Top of Input records
#pragma once
// The whole command line as one function, so that main, the end-to-end tests and the CLI fuzzer
// all run the same dispatcher.
#include <ostream>

namespace bine::cli {

/// Exit status when the output could not be written (full disk, closed stdout); 74 as in sysexits.h.
inline constexpr int kExitOutputFailed = 74;

/// Parses argv, runs the chosen command and returns the exit status (0 ok, 2 bad input,
/// 3 infeasible, 70 internal error, 74 output not written). Command output goes to `out`, every
/// error line (prefixed "bine: ") to `err`. Never throws.
int run(int argc, char** argv, std::ostream& out, std::ostream& err);

}  // namespace bine::cli
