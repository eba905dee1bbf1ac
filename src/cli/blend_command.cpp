// bine blend: design late hops (whirlpool + dry hop) to a target aroma while holding the recipe's IBU.
#include <fmt/format.h>

#include <charconv>
#include <cmath>
#include <iostream>
#include <memory>

#include "cli/commands.hpp"
#include "engine/aroma_profile.hpp"
#include "engine/blend.hpp"
#include "engine/blend_plan.hpp"
#include "io/file_io.hpp"
#include "io/loaders.hpp"
#include "model/catalog_lookup.hpp"
#include "model/errors.hpp"
#include "report/blend_report.hpp"
#include "report/timings.hpp"

namespace bine::cli {
namespace {

struct BlendOptions {
  std::string target;
  std::string like;
  std::string recipe;
  std::string stock;
  std::size_t max_varieties = 3;
  std::string rate;      // g/L, default 4
  std::string oil_dose;  // mL/hL
  std::optional<double> split;
  std::optional<double> ibu;
  std::string bittering;
  bool no_bittering = false;
  double others = 0.25;
  std::string volume;
  std::string gravity;
  bool json = false;
  std::string html;
  std::string write;
};

/// A number with an optional unit suffix ("4", "4 g/L", "4g/l"); nullopt when malformed.
std::optional<double> number_with_unit(std::string text, std::string_view unit) {
  const auto fold = [](std::string s) {
    std::string out;
    for (char c : s)
      if (c != ' ') out += static_cast<char>(std::tolower(static_cast<unsigned char>(c)));
    return out;
  };
  text = fold(text);
  const std::string suffix = fold(std::string(unit));
  if (text.size() >= suffix.size() && text.compare(text.size() - suffix.size(), suffix.size(), suffix) == 0)
    text.resize(text.size() - suffix.size());
  double value = 0.0;
  const auto [end, error] = std::from_chars(text.data(), text.data() + text.size(), value);
  if (error != std::errc() || end != text.data() + text.size() || text.empty()) return std::nullopt;
  if (!std::isfinite(value)) return std::nullopt;  // from_chars reads "nan" and "inf"
  return value;
}

/// Every conflict among the options, one line each.
void validate(const BlendOptions& o) {
  std::vector<std::string> problems;
  if (o.target.empty() == o.like.empty())
    problems.push_back("--target/--like: give exactly one (e.g. --target \"floral=4,citrus=4\" or --like VARIETY)");
  if (o.max_varieties < 1 || o.max_varieties > 6)
    problems.push_back(fmt::format("--max-varieties: {}: out of range (expected 1-6)", o.max_varieties));
  if (!o.rate.empty() && !o.oil_dose.empty()) problems.push_back("--rate/--oil-dose: give one, not both");
  if (!o.rate.empty()) {
    const auto rate = number_with_unit(o.rate, "g/L");
    if (!rate || *rate <= 0.0 || *rate > 40.0)
      problems.push_back(
          fmt::format("--rate: {}: not a rate (expected g/L above 0 and at most 40, e.g. 4g/L)", o.rate));
  }
  if (!o.oil_dose.empty()) {
    const auto dose = number_with_unit(o.oil_dose, "mL/hL");
    if (!dose || *dose <= 0.0 || *dose > 100.0)
      problems.push_back(fmt::format(
          "--oil-dose: {}: not an oil dose (expected mL/hL above 0 and at most 100, e.g. 1.5mL/hL)", o.oil_dose));
  }
  if (o.split && !(*o.split >= 0.0 && *o.split <= 1.0))
    problems.push_back(fmt::format("--split: {:g}: out of range (expected the whirlpool share 0-1)", *o.split));
  if (o.ibu && !(*o.ibu >= 0.0 && *o.ibu <= 200.0))
    problems.push_back(fmt::format("--ibu: {:g}: out of range (expected 0-200 IBU)", *o.ibu));
  if (!(o.others >= 0.0 && o.others <= 1.0))
    problems.push_back(fmt::format("--others: {:g}: out of range (expected 0-1)", o.others));
  if (o.no_bittering && !o.bittering.empty()) problems.push_back("--bittering/--no-bittering: give one, not both");
  if (o.recipe.empty()) {
    if (o.volume.empty()) problems.push_back("--volume: required without --recipe (e.g. --volume 20L)");
    if (!o.ibu) problems.push_back("--ibu: required without --recipe (the IBU to hold)");
    if (o.bittering.empty() && !o.no_bittering)
      problems.push_back("--bittering: required without --recipe (or give --no-bittering)");
  } else if (!o.volume.empty() || !o.gravity.empty()) {
    problems.push_back("--volume/--gravity: only without --recipe (the recipe gives them)");
  }
  if (!o.volume.empty()) {
    const auto v = parse_quantity(o.volume, Dimension::volume);
    if (!v.value || *v.value <= 0.0 || *v.value > 100000.0)
      problems.push_back(fmt::format("--volume: {}: {} (expected a volume above 0, e.g. 20L or 5.5gal)", o.volume,
                                     v.value ? "out of range" : v.error));
  }
  if (!o.gravity.empty()) {
    const auto g = parse_quantity(o.gravity, Dimension::gravity);
    if (!g.value || *g.value < 1.0 || *g.value > 1.2)
      problems.push_back(fmt::format("--gravity: {}: {} (expected 1.000-1.200 or degrees Plato, e.g. 1.050 or 12.4P)",
                                     o.gravity, g.value ? "out of range" : g.error));
  }
  if (!problems.empty()) throw InputError(problems);
}

BlendChoices choices_from(const BlendOptions& o) {
  BlendChoices choices;
  choices.ibu = o.ibu;
  choices.bittering_variety = o.bittering;
  choices.no_bittering = o.no_bittering;
  choices.split = o.split;
  if (!o.volume.empty()) choices.volume_l = parse_quantity(o.volume, Dimension::volume).value;
  if (!o.gravity.empty()) choices.gravity = parse_quantity(o.gravity, Dimension::gravity).value;
  return choices;
}

BlendTarget target_from(const BlendOptions& o, const DataSet& data) {
  if (!o.like.empty()) {
    const Variety& variety = require_variety(data.catalog, o.like, "--like");
    const AromaProfile profile = aroma_profile(variety, data.lexicon);
    if (profile.source == AromaSource::none)
      throw Infeasible(fmt::format("{} has no aroma data to aim at (give --target instead)", variety.name));
    return target_like(profile.intensity);
  }
  std::vector<bool> named;
  const Eigen::VectorXd intensity = parse_aroma_spec(o.target, data.lexicon, "--target", &named);
  return target_from_spec(intensity, named, o.others);
}

void run_blend(const GlobalOptions& globals, const BlendOptions& options) {
  validate(options);
  const UnitSystem units = globals.unit_system();
  // 1. Load the catalogs, the stock and the recipe.
  const DataSet data = [&] {
    PhaseTimer timer(globals.timings, "load data");
    return globals.load();
  }();
  const std::optional<Stock> stock = options.stock.empty() ? std::nullopt : std::optional(load_stock(options.stock));
  const std::optional<Recipe> recipe =
      options.recipe.empty() ? std::nullopt : std::optional(load_recipe(options.recipe));
  // 2. The target, the candidates, and what the recipe keeps.
  BlendRequest request;
  request.target = target_from(options, data);
  CandidateSet candidates = blend_candidates(data.catalog, data.lexicon, stock ? &*stock : nullptr, options.like);
  if (candidates.candidates.empty() && candidates.without_aroma > 0)
    throw Infeasible("every candidate lacks aroma data (add aroma intensities or tags to their catalog entries)");
  const BlendPlan plan = plan_blend(recipe ? &*recipe : nullptr, data.catalog, stock ? &*stock : nullptr,
                                    choices_from(options), request.bitterness);
  request.candidates = std::move(candidates.candidates);
  request.max_varieties = options.max_varieties;
  request.wort = plan.wort;
  request.target_ibu = plan.target_ibu;
  request.kept_ibu = plan.kept_ibu;
  request.bittering = plan.bittering;
  request.whirlpool_share = plan.whirlpool_share;
  request.whirlpool_temperature_c = plan.whirlpool_temperature_c;
  request.whirlpool_minutes = plan.whirlpool_minutes;
  // Amount: --oil-dose mL/hL x hL, else --rate g/L (default 4) x L.
  if (!options.oil_dose.empty()) {
    request.amount_kind = LateAmount::oil_ml;
    request.amount = *number_with_unit(options.oil_dose, "mL/hL") * plan.wort.volume_l / 100.0;
  } else {
    request.amount = (options.rate.empty() ? 4.0 : *number_with_unit(options.rate, "g/L")) * plan.wort.volume_l;
  }
  // 3. Solve: choose the pool, solve every subset, hold IBU.
  const BlendResult result = [&] {
    PhaseTimer timer(globals.timings, "blend search");
    return design_blend(request);
  }();
  // 4. Render and write.
  BlendReportContext context{&data.lexicon, &plan, recipe ? recipe->name : std::string(), stock.has_value(),
                             plan.notes};
  context.notes.insert(context.notes.end(), candidates.notes.begin(), candidates.notes.end());
  context.notes.push_back(fmt::format("searched {} subsets of a pool of {} candidates (of {})", result.subsets_solved,
                                      result.pool_size, request.candidates.size()));
  if (!options.html.empty()) write_file_atomically(options.html, blend_to_html(result, context, units));
  if (!options.write.empty() && recipe)
    write_file_atomically(options.write, recipe_to_json(blended_recipe(*recipe, plan, result)).dump(2) + "\n");
  if (options.json)
    std::cout << blend_to_json(result, context).dump(2) << '\n';
  else
    render_blend_text(std::cout, result, context, units);
}

}  // namespace

void setup_blend_command(CLI::App& app, const GlobalOptions& globals) {
  auto options = std::make_shared<BlendOptions>();
  auto* blend = app.add_subcommand("blend", "design late hops to a target aroma while holding the recipe's IBU");
  blend->add_option("--target", options->target, "aroma to aim at, axis=intensity 0-5 (e.g. \"floral=4,citrus=4\")");
  blend->add_option("--like", options->like, "aim at this variety's aroma (the variety itself is left out)");
  blend->add_option("--recipe", options->recipe, "recipe file: volume, gravity, IBU; its late hops are replaced");
  blend->add_option("--stock", options->stock, "stock file: blend only lots on hand, within their amounts");
  blend->add_option("--max-varieties", options->max_varieties, "at most this many varieties or lots (default 3)");
  blend->add_option("--rate", options->rate, "total late hops in g/L (default 4g/L)");
  blend->add_option("--oil-dose", options->oil_dose, "or fix the oil delivered, in mL of oil per hL of wort");
  blend->add_option("--split", options->split, "whirlpool share of the late hops 0-1 (default the recipe's, else 0.3)");
  blend->add_option("--ibu", options->ibu, "IBU to hold (default the recipe's target_ibu, else its current total)");
  blend->add_option("--bittering", options->bittering,
                    "bittering variety re-solved to hold IBU (default the recipe's largest boil addition)");
  blend->add_flag("--no-bittering", options->no_bittering, "no bittering charge: the late hops must give the IBU");
  blend->add_option("--others", options->others,
                    "weight of the axes the target does not name, aimed at 0 (default 0.25)");
  blend->add_option("--volume", options->volume, "batch volume without --recipe (e.g. 20L)");
  blend->add_option("--gravity", options->gravity, "boil gravity without --recipe (default 1.050)");
  blend->add_flag("--json", options->json, "print JSON (canonical units: g, C, min)");
  blend->add_option("--html", options->html, "write a self-contained HTML report with a chart");
  blend->add_option("--write", options->write, "write the recipe with the new late hops and bittering charge");
  blend->footer(
      "Examples:\n"
      "  bine blend --target \"floral=4,citrus=4\" --recipe pale-ale.json --stock stock.json\n"
      "  bine blend --like Tidewell --recipe pale-ale.json --max-varieties 2 --json\n"
      "  bine blend --target \"tropical=4,stone-fruit=3\" --volume 20L --ibu 30 --no-bittering --rate 6g/L\n"
      "The blend's aroma is the oil-weighted mean of its hops' profiles (a linear first approximation).");
  blend->callback([&globals, options] { run_blend(globals, *options); });
}

}  // namespace bine::cli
Bottom of Input records
● **Work task**
Please, from the entries above, set down exactly the lines from the one containing "else if (!o.volume.empty()" through the one containing "if (!v.value ||", and only those.

● **Exercise result**
  } else if (!o.volume.empty() || !o.gravity.empty()) {
    problems.push_back("--volume/--gravity: only without --recipe (the recipe gives them)");
  }
  if (!o.volume.empty()) {
    const auto v = parse_quantity(o.volume, Dimension::volume);
    if (!v.value || *v.value <= 0.0 || *v.value > 100000.0)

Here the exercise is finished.